To teach people that accountability and boundaries and all these wonderful, high sounding non-sense we sprout at young people in hopes of encouraging them to sexual purity without pointing them to the doctrine of grace through Christ Jesus is false and inf act downright pagan practice.
Applying “False” Standards For Acceptance
This one is a personal favorite of mine. A close friend of mine once shared how a pastor who was counseling her and her fiancee in preparation for marriage asked them if they were sexually active. Being good, honest Christians, they answered in the affirmative and confessed how they struggled with the guilt of the fact.
The pastor seized on this and gave them statistics on how something like 85% of couples who fornicated were most likely to divorce or end up in adultery. For those reasons, he threatened to stop them from attending pre-marital classes, (which are an “unstated” pre-requisite before the church solemnizes matrimony between a couple) if they did not stop having sex before their weddding.
Being a Researcher, my first thoughts were to interrogate those statistics further…. what was the sampling size, what methodology was used, when and where was the study conducted etc. But that again is also to fall into the same trap as the pastor……filtering issues for the familiar tree in the forest and missing the bigger picture.
You can stop a couple from having sex before marriage by using fear of failure facts. In fact you can even frustrate their desire to get married. But you cannot police what happens later in their life. How is it that the pastor by-passed the real sense of guilt and shame this couple was struggling with and chose to knuckle down on the very sore standard this couple obviously felt they had fallen short of.
That was a perfect opportunity to point back an already self-confessed sinner back to Christ and the reality of His restoring grace. It was an opportunity to make a case for salvation through grace and not good works. Their helpless struggle would have provided a wonderful place to remind this discouraged, christian couple on the doctrine of salvation by grace and not works. What the pastor however managed to do was entrench legalism at the expense of grace.
Making More of (Human Good) Institutions and Less of Christ (Divine Grace)
In defense of the Pastor from the above point, I can empathize with his need to defend the church’s position on matters of morality. But the church must never forget that it derives its moral authority by an act of divine grace and that has everything to do with Jesus Christ.
Today, many churches place more emphasis and pay keen attention to the observance of their moral codes and regulations that they lose sight of the desperate need in every man to find solace in Christ. It is this very real human need that makes people seek out churches. They are looking for an answer for their moral and spiritual loss and poverty.
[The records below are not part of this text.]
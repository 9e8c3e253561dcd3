import { runMigrations } from 'graphile-worker';
import knex from 'knex';
import config from '../knexfile';

/** Brings the tables up to date, as their owner: first the job queue's own, then ours. */
const connectionString = process.env.DATABASE_OWNER_URL;
if (!connectionString) {
  console.error(
    'DATABASE_OWNER_URL is not set. "npm start" sets it; by hand: DATABASE_OWNER_URL=postgres://… npm run db:migrate',
  );
  process.exit(1);
}
await runMigrations({ connectionString, logger: undefined });
const database = knex({ ...config, connection: connectionString });
try {
  const [, names] = (await database.migrate.latest()) as [number, string[]];
  if (names.length > 0) console.log(`Migrated: ${names.join(', ')}`);
} finally {
  await database.destroy();
}
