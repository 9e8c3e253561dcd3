import type { Role } from '@/lib/inspection/roles';

export interface DemoPerson {
  id: string;
  name: string;
  email: string;
  role: Role;
  password: string;
  licence: string;
  certification: string;
}

const password = 'tide-table-lantern';
const person = (
  number: number,
  name: string,
  email: string,
  role: Role,
  more: Partial<DemoPerson> = {},
): DemoPerson => ({
  id: `0193a000-0000-7000-8000-00000000000${number}`,
  name,
  email: `${email}@example.test`,
  role,
  password,
  licence: '',
  certification: '',
  ...more,
});

/** The invented people of the demo, one for each role and a second inspector. Nobody of these names is meant. */
export const demoPeople = [
  person(1, 'Noor Valdés', 'noor', 'inspector', { certification: 'RI-2217' }),
  person(2, 'Tomasz Brük', 'tomasz', 'inspector', { certification: 'RI-2280' }),
  person(3, 'Marit Ødegård', 'marit', 'superintendent'),
  person(4, 'Ines Calloway-Ruß', 'ines', 'engineer', { licence: 'SE 40 117' }),
  person(5, 'Elías Montaño', 'elias', 'crew'),
  person(6, 'Priya Halloran', 'priya', 'coordinator'),
  person(7, 'Owen Šimek', 'owen', 'viewer'),
] as const satisfies readonly DemoPerson[];

/** The first person of a role. */
export function demoPerson(role: Role): DemoPerson {
  const found = demoPeople.find((one) => one.role === role);
  if (!found) throw new Error(`The demo has nobody in the role ${role}.`);
  return found;
}
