import { createHash } from 'node:crypto';
import { existsSync, readdirSync, readFileSync, writeFileSync } from 'node:fs';
import path from 'node:path';
import { root } from './setup/folders.mjs';

/**
 * A static page cannot carry a nonce: its inline scripts are allowed by their hashes, collected here after the build
 * into `csp-hashes.json` beside it, by path. proxy.ts reads them.
 */
const dist = path.join(root, process.env.NEXT_DIST_DIR ?? '.next');
const pages = path.join(dist, 'server/app');

const inline = /<script(?![^>]*\ssrc=)[^>]*>([\s\S]*?)<\/script>/g;
const hashesOf = (html) => [
  ...new Set(
    [...html.matchAll(inline)].map(
      ([, script]) => `'sha256-${createHash('sha256').update(script, 'utf8').digest('base64')}'`,
    ),
  ),
];

const files = existsSync(pages)
  ? readdirSync(pages, { recursive: true, encoding: 'utf8' }).filter((file) => file.endsWith('.html'))
  : [];
const byPath = Object.fromEntries(
  files.map((file) => {
    const route = `/${file.replace(/\.html$/, '').replaceAll(path.sep, '/')}`;
    return [route === '/index' ? '/' : route, hashesOf(readFileSync(path.join(pages, file), 'utf8'))];
  }),
);
writeFileSync(path.join(dist, 'csp-hashes.json'), JSON.stringify(byPath, null, 2));
console.log(`Inline scripts of ${files.length} static pages are allowed by hash.`);
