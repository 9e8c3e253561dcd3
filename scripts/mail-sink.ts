import { mkdirSync, readdirSync, readFileSync, rmSync, writeFileSync } from 'node:fs';
import { createServer } from 'node:http';
import path from 'node:path';
import { simpleParser } from 'mailparser';
import { SMTPServer } from 'smtp-server';

/** A mail server for this machine that delivers nowhere: it keeps what it is given, and shows it on a page. */
export interface MailSinkOptions {
  smtpPort: number;
  webPort: number;
  folder: string;
}

export interface KeptMail {
  id: string;
  at: string;
  from: string;
  to: string;
  subject: string;
  text: string;
}

const escape = (text: string) => text.replace(/[&<>"']/g, (sign) => `&#${sign.charCodeAt(0)};`);
const page = (title: string, body: string) =>
  `<!doctype html><html lang="en"><meta charset="utf-8"><meta name="viewport" content="width=device-width"><title>${escape(title)}</title>
<style>body{font:16px/1.5 system-ui,sans-serif;max-width:52rem;margin:2rem auto;padding:0 1rem;color:#16201f;background:#fbf9f3}table{border-collapse:collapse;width:100%}td,th{text-align:left;padding:.4rem .6rem;border-bottom:1px solid #cfc9ba;vertical-align:top}pre{white-space:pre-wrap;border:1px solid #16201f;padding:1rem}</style>
<h1>${escape(title)}</h1>${body}</html>`;

/** Starts the sink and resolves once both of its ports listen. */
export async function startMailSink(
  options: MailSinkOptions,
): Promise<{ smtpPort: number; webPort: number; stop(): Promise<void> }> {
  mkdirSync(options.folder, { recursive: true });
  const all = (): KeptMail[] =>
    readdirSync(options.folder)
      .filter((name) => name.endsWith('.json'))
      .sort()
      .reverse()
      .map((name) => JSON.parse(readFileSync(path.join(options.folder, name), 'utf8')) as KeptMail);

  let taken = 0;
  const smtp = new SMTPServer({
    authOptional: true,
    disabledCommands: ['STARTTLS', 'AUTH'],
    onData(stream, session, done) {
      void simpleParser(stream).then(
        (mail) => {
          const at = new Date().toISOString();
          const id = `${at.replaceAll(/[:.]/g, '-')}-${String((taken += 1)).padStart(4, '0')}`;
          const to = session.envelope.rcptTo.map((one) => one.address).join(', ');
          const kept: KeptMail = {
            id,
            at,
            from: mail.from?.text ?? '',
            to,
            subject: mail.subject ?? '',
            text: mail.text ?? '',
          };
          writeFileSync(path.join(options.folder, `${id}.json`), JSON.stringify(kept, null, 1));
          done();
        },
        (error: Error) => done(error),
      );
    },
  });

  const web = createServer((request, response) => {
    const url = new URL(request.url ?? '/', 'http://mail');
    const html = (status: number, body: string) =>
      response.writeHead(status, { 'Content-Type': 'text/html; charset=utf-8' }).end(body);
    if (request.method === 'DELETE') {
      for (const mail of all()) rmSync(path.join(options.folder, `${mail.id}.json`), { force: true });
      response.writeHead(204).end();
    } else if (url.pathname === '/messages.json') {
      response.writeHead(200, { 'Content-Type': 'application/json' }).end(JSON.stringify(all()));
    } else if (url.pathname.startsWith('/messages/')) {
      const mail = all().find(
        (one) => one.id === decodeURIComponent(url.pathname.slice('/messages/'.length)),
      );
      if (!mail) html(404, page('No such message', '<p><a href="/">All messages</a></p>'));
      else
        html(
          200,
          page(
            mail.subject,
            `<p><a href="/">All messages</a></p><p>To ${escape(mail.to)}<br>From ${escape(mail.from)}<br>${escape(mail.at)}</p><pre>${escape(mail.text).replace(/(https?:\/\/[^\s&]+)/g, '<a href="$1">$1</a>')}</pre>`,
          ),
        );
    } else {
      const rows = all().map(
        (mail) =>
          `<tr><td>${escape(mail.at.slice(0, 19).replace('T', ' '))}</td><td>${escape(mail.to)}</td><td><a href="/messages/${encodeURIComponent(mail.id)}">${escape(mail.subject)}</a></td></tr>`,
      );
      const table = `<table><thead><tr><th>Sent (UTC)</th><th>To</th><th>Subject</th></tr></thead><tbody>${rows.join('')}</tbody></table>`;
      html(
        200,
        page(
          'Mail of this machine',
          rows.length > 0 ? table : '<p>No mail yet. Messages appear here and go nowhere else.</p>',
        ),
      );
    }
  });

  const listening = (
    server: {
      listen(port: number, host: string, done: () => void): unknown;
      once?(event: 'error', fail: (error: Error) => void): unknown;
    },
    port: number,
  ) =>
    new Promise<void>((resolve, reject) => {
      server.once?.('error', reject);
      server.listen(port, '127.0.0.1', resolve);
    });
  await listening(smtp.server, options.smtpPort);
  await listening(web, options.webPort);
  const portOf = (address: ReturnType<typeof web.address>, wanted: number) =>
    typeof address === 'object' && address ? address.port : wanted;
  return {
    smtpPort: portOf(smtp.server.address(), options.smtpPort),
    webPort: portOf(web.address(), options.webPort),
    stop: async () => {
      await new Promise<void>((resolve) => smtp.close(resolve));
      await new Promise<void>((resolve) => {
        web.close(() => resolve());
        web.closeAllConnections();
      });
    },
  };
}
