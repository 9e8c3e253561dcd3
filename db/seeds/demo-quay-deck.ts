import { quayDeck } from './demo-plans';
import { asRead, faceReadings } from './demo-readings';
import { answerChecks, DAY, HOUR, instruments, MINUTE, morning, planned, type Scene } from './demo-scene';

/** P-014: the quay deck, held by most of what can hold a pour. */
export async function seedQuayDeck(scene: Scene): Promise<void> {
  const { record, people, now } = scene;
  const start = now - 6 * HOUR;
  const { pourId, plan } = await planned(scene, {
    number: 'P-014',
    title: 'Quay deck, bay 3',
    location: 'Grid C to D, 3 to 5',
    plannedAt: morning(now, 1),
    issuedAt: start - 2 * DAY,
    input: quayDeck(),
  });
  await record.sayOne(
    people.superintendent,
    pourId,
    'inspection-asked',
    {
      readyAt: new Date(start).toISOString(),
      place: 'Bay 3, ladder at grid D',
      text: 'Top mat tied this morning',
    },
    start - 4 * HOUR,
  );
  const soffit = faceReadings({
    plan,
    faceId: 'soffit',
    instrumentId: instruments.gauge1,
    meanMm: 49,
    spreadMm: 5,
    fixed: { A4: 38, A5: 31, B3: 36, C1: 46 },
    skip: ['C4', 'C5'],
    other: { C1: instruments.gauge2 },
    seed: 14,
    at: start + 30 * MINUTE,
  });
  await record.say(people.inspector, pourId, soffit);
  const top = faceReadings({
    plan,
    faceId: 'top',
    instrumentId: instruments.gauge1,
    meanMm: 53,
    spreadMm: 4,
    skip: ['C3', 'C4'],
    seed: 15,
    at: start + 80 * MINUTE,
  });
  const topIds = await record.say(people.inspector, pourId, top);
  await measurements(scene, pourId, start + 110 * MINUTE);

  const first = top[1];
  if (first) {
    await record.sayOne(
      people.inspector,
      pourId,
      'amendment',
      {
        rootId: topIds[1] ?? '',
        sawAmendmentId: null,
        reason: 'Recording error: 54 typed as read, the gauge showed 56',
        replacement: { ...first.body, value: { text: '56 mm', unit: 'mm', mm: 56 } },
        photoId: null,
      },
      start + 130 * MINUTE,
    );
  }
  await nonconformance(
    scene,
    pourId,
    soffit.find((reading) => reading.body.value?.mm === 36)?.body.pointId ?? '',
    start + 150 * MINUTE,
  );
  await answerChecks(scene, pourId, plan, start + 180 * MINUTE, {
    notMet: { 'chairs-stand': 'Two chairs tipped between grids 4 and 5.' },
    skip: ['engineer-walk', 'trades-done', 'weather', 'joint-prepared', 'access'],
  });
  await record.sayOne(
    people.engineer,
    pourId,
    'query',
    { entryId: topIds[2] ?? '', text: 'Was this read to T1 or to the bar over it?' },
    start + 210 * MINUTE,
  );
  await record.sayOne(
    people.coordinator,
    pourId,
    'hold',
    {
      title: 'Owner asks to see the drain sleeve before closing',
      where: { elementId: 'deck', faceId: null, text: 'Drain at grid D' },
      clearedBy: 'coordinator',
      need: 'The owner’s visit is noted.',
      onBehalfOf: 'the owner',
    },
    start + 220 * MINUTE,
  );
  await record.sayOne(
    people.inspector,
    pourId,
    'note',
    { about: { kind: 'face', id: 'top' }, text: 'Hose route moved to the river side; boards laid.' },
    start + 230 * MINUTE,
  );
}

async function measurements(scene: Scene, pourId: string, at: number): Promise<void> {
  const length = (itemId: string, place: string, mm: number, minute: number) => ({
    type: 'measurement' as const,
    at: at + minute * MINUTE,
    body: {
      itemId,
      place,
      stage: 'single' as const,
      value: { quantity: 'length' as const, length: asRead(mm, 'mm') },
      measuredAt: new Date(at + minute * MINUTE).toISOString(),
    },
  });
  const ties = (place: string, tied: number, of: number, atEdge: boolean, minute: number) => ({
    type: 'measurement' as const,
    at: at + minute * MINUTE,
    body: {
      itemId: 'ties-top',
      place,
      stage: 'single' as const,
      value: { quantity: 'share' as const, tied, of, atEdge },
      measuredAt: new Date(at + minute * MINUTE).toISOString(),
    },
  });
  await scene.record.say(scene.people.inspector, pourId, [
    length('chair-height', 'grid 3', 146, 0),
    length('chair-height', 'grid 4', 145, 1),
    length('chair-height', 'grid 5', 143, 2),
    length('chair-spacing', 'grid 3 to 4', 1080, 4),
    length('chair-spacing', 'grid 4 to 5', 1420, 5),
    length('chair-spacing', 'edge', 1150, 6),
    length('lap-t1', 'joint, bar 4', 885, 8),
    length('lap-t1', 'joint, bar 11', 870, 9),
    length('gaps-b1', 'mid bay', 1502, 11),
    ties('grid 3, edge', 92, 169, true, 13),
    ties('grid 4', 101, 169, false, 14),
  ]);
}

async function nonconformance(scene: Scene, pourId: string, pointId: string, at: number): Promise<void> {
  const { record, people } = scene;
  const id = await record.sayOne(
    people.inspector,
    pourId,
    'nonconformance',
    {
      title: 'Low cover at B3, chair on a form joint',
      about: [{ kind: 'point', id: pointId }],
      where: { elementId: 'deck', faceId: 'soffit', text: 'Quay deck, bay 3, soffit, B3' },
      extent: 'Two bars of B1 over 900 mm',
      description: 'The joint of the form is 2 mm proud; the block rocks on it.',
      proposal: 'Use as is with a sealer on the soffit, or lift both bars',
      neededBy: new Date(scene.now + 8 * HOUR).toISOString(),
    },
    at,
  );
  const about = { kind: 'nonconformance' as const, id };
  await record.photo(
    people.inspector,
    pourId,
    about,
    { card: 'B3 wide', tapeMm: 36, seed: 31, shot: 'wide', caption: 'B3 from the walkway' },
    at + MINUTE,
  );
  await record.photo(
    people.inspector,
    pourId,
    about,
    { card: 'B3', tapeMm: 36, seed: 32, shot: 'close', caption: '36 mm at B3, to B1' },
    at + 2 * MINUTE,
  );
}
The church today endangers its very own existence by obscuring the path to peace with God. It does this by making more of its rules to regulate human behavior, structures that attempt to present a morally acceptable standard for its congregants and less of Jesus Christ the forever blessed son of God who is the only acceptable standard of righteousness before God.
This “churchy” standard of morality is the modern day equivalent of stringing together fig leaves to hide away our nakedness from God. Jesus Christ alone and his active presence in the life of a believer through his Holy Spirit is the only way we can find a morally upright life.
Our part as believers is to persistently believe in Jesus promise to perfect us at our best and at our worst of times, pursue an abiding relationship with God through faith in His Word, and persevere through our personal struggle with sin by trusting in the active presence of God’s Spirit in us.The church must never lose sight of its role to teach these truths.